For most of us, what usually happens is that perception gets caught up in the reflection of perception (the object). This creates a subject (me perceiving), and a separation occurs and is maintained.

When perception identifies with a reflection, perception becomes caught in a deception. This is mara activity – demonic activity – and nothing more than that! Of course, this identification sounds harmless enough, but it is the precursor to stifled or exploding emotions. These like-and-dislike demons are always lurking, ready to pounce when we consent.

We can easily miss the point of spiritual activity, by getting caught up in the practice or wandering off. I do this all the time. The point is to be honest and not pretend that we are practising; rather, if we analyse the experience/problem, we then find the solution. Remember; our spiritual evolution is in our own hands. We do the refining. The problem is usually that we are more interested in our habitual interpretation of reality than in reality!

An example:
Chanting mantras or prayers is used as an extension of pure perception, and can help inspire us – but it can also become a distraction. We may be ‘involved’ in visualisations or chanting at speed. Unfortunately this can also hold us down in the reflection, as ‘we’ are ‘doing’ the practice. That is a separation, a duality.

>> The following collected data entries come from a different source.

/// A JSON object being read: remembers its key path, which keys were used, and reports
/// unknown ones.
class Obj {
public:
    Obj(const json& j, std::string path, const std::string& file) : j_(j), path_(std::move(path)), file_(file) {
        if (!j_.is_object()) fail(path_.empty() ? "(top level)" : path_, "must be a JSON object");
    }
    [[noreturn]] void fail(const std::string& where, const std::string& what) const { throw core::InputError(file_, where, what); }
    std::string key(const std::string& k) const { return path_.empty() ? k : path_ + "." + k; }
    bool has(const std::string& k) {
        used_.insert(k);
        return j_.contains(k) && !j_.at(k).is_null();
    }
    const json& raw(const std::string& k) {
        if (!has(k)) fail(key(k), "missing (required)");
        return j_.at(k);
    }
    double num(const std::string& k) {
        const json& v = raw(k);
        if (!v.is_number()) fail(key(k), "must be a number");
        double d = v.get<double>();
        if (!std::isfinite(d)) fail(key(k), "must be finite");
        return d;
    }
    double num(const std::string& k, double def) { return has(k) ? num(k) : def; }
    double positive(const std::string& k) {
        double d = num(k);
        if (!(d > 0)) fail(key(k), "must be positive (got " + fmt(d) + ")");
        return d;
    }
    double nonneg(const std::string& k, double def) {
        if (!has(k)) return def;
        double d = num(k);
        if (d < 0) fail(key(k), "must not be negative (got " + fmt(d) + ")");
        return d;
    }
    long integer(const std::string& k, long lo, long hi) {
        const json& v = raw(k);
        if (!v.is_number_integer() && !(v.is_number() && std::floor(v.get<double>()) == v.get<double>()))
            fail(key(k), "must be a whole number");
        double d = v.get<double>();
        if (d < lo || d > hi) fail(key(k), "must be between " + std::to_string(lo) + " and " + std::to_string(hi) + " (got " + fmt(d) + ")");
        return long(d);
    }
    std::string str(const std::string& k) {
        const json& v = raw(k);
        if (!v.is_string()) fail(key(k), "must be a string");
        return v.get<std::string>();
    }
    std::string str(const std::string& k, const std::string& def) { return has(k) ? str(k) : def; }
    bool boolean(const std::string& k, bool def) {
        if (!has(k)) return def;
        const json& v = raw(k);
        if (!v.is_boolean()) fail(key(k), "must be true or false");
        return v.get<bool>();
    }
    std::vector<double> nums(const std::string& k, size_t n_min, size_t n_max) {
        const json& v = raw(k);
        if (!v.is_array()) fail(key(k), "must be an array of numbers");
        if (v.size() < n_min || v.size() > n_max)
            fail(key(k), n_min == n_max ? "must have " + std::to_string(n_min) + " entries"
                                        : "must have " + std::to_string(n_min) + " to " + std::to_string(n_max) + " entries");
        std::vector<double> out;
        for (size_t i = 0; i < v.size(); ++i) {
            if (!v[i].is_number() || !std::isfinite(v[i].get<double>())) fail(key(k) + "[" + std::to_string(i) + "]", "must be a finite number");
            out.push_back(v[i].get<double>());
        }
        return out;
    }
    Obj obj(const std::string& k) {
        has(k);
        return Obj(raw(k), key(k), file_);
    }
    std::vector<Obj> list(const std::string& k) {
        std::vector<Obj> out;
        if (!has(k)) return out;
        const json& v = j_.at(k);
        if (!v.is_array()) fail(key(k), "must be an array of objects");
        for (size_t i = 0; i < v.size(); ++i) out.emplace_back(v[i], key(k) + "[" + std::to_string(i) + "]", file_);
        return out;
    }
    /// Call after reading: any key not read is an error (catches typos).
    void done() const {
        for (auto it = j_.begin(); it != j_.end(); ++it)
            if (!used_.count(it.key()) && it.key().rfind("comment", 0) != 0)
                fail(key(it.key()), "unknown key (see docs/scene-format.md)");
    }
    const std::string& path() const { return path_; }
    const json& json_() const { return j_; }

    static std::string fmt(double d) {
        std::ostringstream os;
        os << d;
        return os.str();
    }

private:
    const json& j_;
    std::string path_;
    const std::string& file_;
    std::set<std::string> used_;
};

YRange readY(Obj& o) {
    YRange r;
    if (o.has("y_range_mm")) {
        auto v = o.nums("y_range_mm", 2, 2);
        if (!(v[0] < v[1])) o.fail(o.key("y_range_mm"), "must be [min, max] with min < max");
        r.min_m = v[0] * kMm;
        r.max_m = v[1] * kMm;
    }
    return r;
}

}  // namespace

std::vector<double> ArraySpec::elementX() const {
    std::vector<double> x(size_t(std::max(0, elements)));
    for (int i = 0; i < elements; ++i) x[size_t(i)] = (i - (elements - 1) / 2.0) * pitch_m;
    return x;
}

size_t TransmitSpec::count(int elements) const {
    switch (kind) {
        case core::TransmitKind::SingleElement: return source_elements.empty() ? size_t(elements) : source_elements.size();
        case core::TransmitKind::PlaneWave: return angles_rad.size();
        case core::TransmitKind::VirtualSource: return virtual_sources_m.size();
    }
    return 0;
}

bool SpeckleRegion::contains(double x, double z) const {
    switch (shape) {
        case RegionShape::Circle:
        case RegionShape::Ellipse: {
            const double c = std::cos(angle_rad), s = std::sin(angle_rad);
            const double dx = x - cx_m, dz = z - cz_m;
            const double u = c * dx + s * dz, v = -s * dx + c * dz;
            return (u * u) / (a_m * a_m) + (v * v) / (b_m * b_m) <= 1.0;
        }
        case RegionShape::Tube: {
            const double ax = x1_m - x0_m, az = z1_m - z0_m;
            const double L2 = ax * ax + az * az;
            double t = L2 > 0 ? ((x - x0_m) * ax + (z - z0_m) * az) / L2 : 0;
            t = std::clamp(t, 0.0, 1.0);
            const double px = x0_m + t * ax - x, pz = z0_m + t * az - z;
            return px * px + pz * pz <= radius_m * radius_m;
        }
    }
    return false;
}

double FrameSpec::scanPosition(size_t f) const { return kind == FrameKind::Encoded ? start_m + double(f) * step_m : 0.0; }
double FrameSpec::time(size_t f) const { return kind == FrameKind::Cine ? double(f) * interval_s : 0.0; }
std::pair<double, double> FrameSpec::displacement(size_t f) const {
    if (kind != FrameKind::Cine) return {0.0, 0.0};
    const double t = time(f);
    const double osc = period_s > 0 ? std::sin(2 * M_PI * t / period_s) : 0.0;
    return {velocity_x_m_s * t + oscillation_x_m * osc, velocity_z_m_s * t + oscillation_z_m * osc};
}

Much depends on who told us what to do and why. Teachings are generalised and are at a certain level. We have to be careful not to be too literal with someone else’s intention at that moment. Some advice is just expedient.

Remember the Buddha’s words; “Not too tight and not too loose”, and “Don’t take my word for it.” We have to follow what feels right for us, gain confidence and act compassionately.

When chanting, merely hear the sound of the voice.
Hearing is totally open like the other senses.

This is mere perception.
Perception and reflection are inseparable.

During practice, when taking a breath there is a silent emptiness.
Perception and emptiness are inseparable.

This is always present.

This goes for any spiritual practice. Once we get the hang of this, it goes for any activity. In this way, whether we are engaged in a ‘high’ practice or washing the floor, there is no difference.

Perception and reflection are one continuity of our essential nature.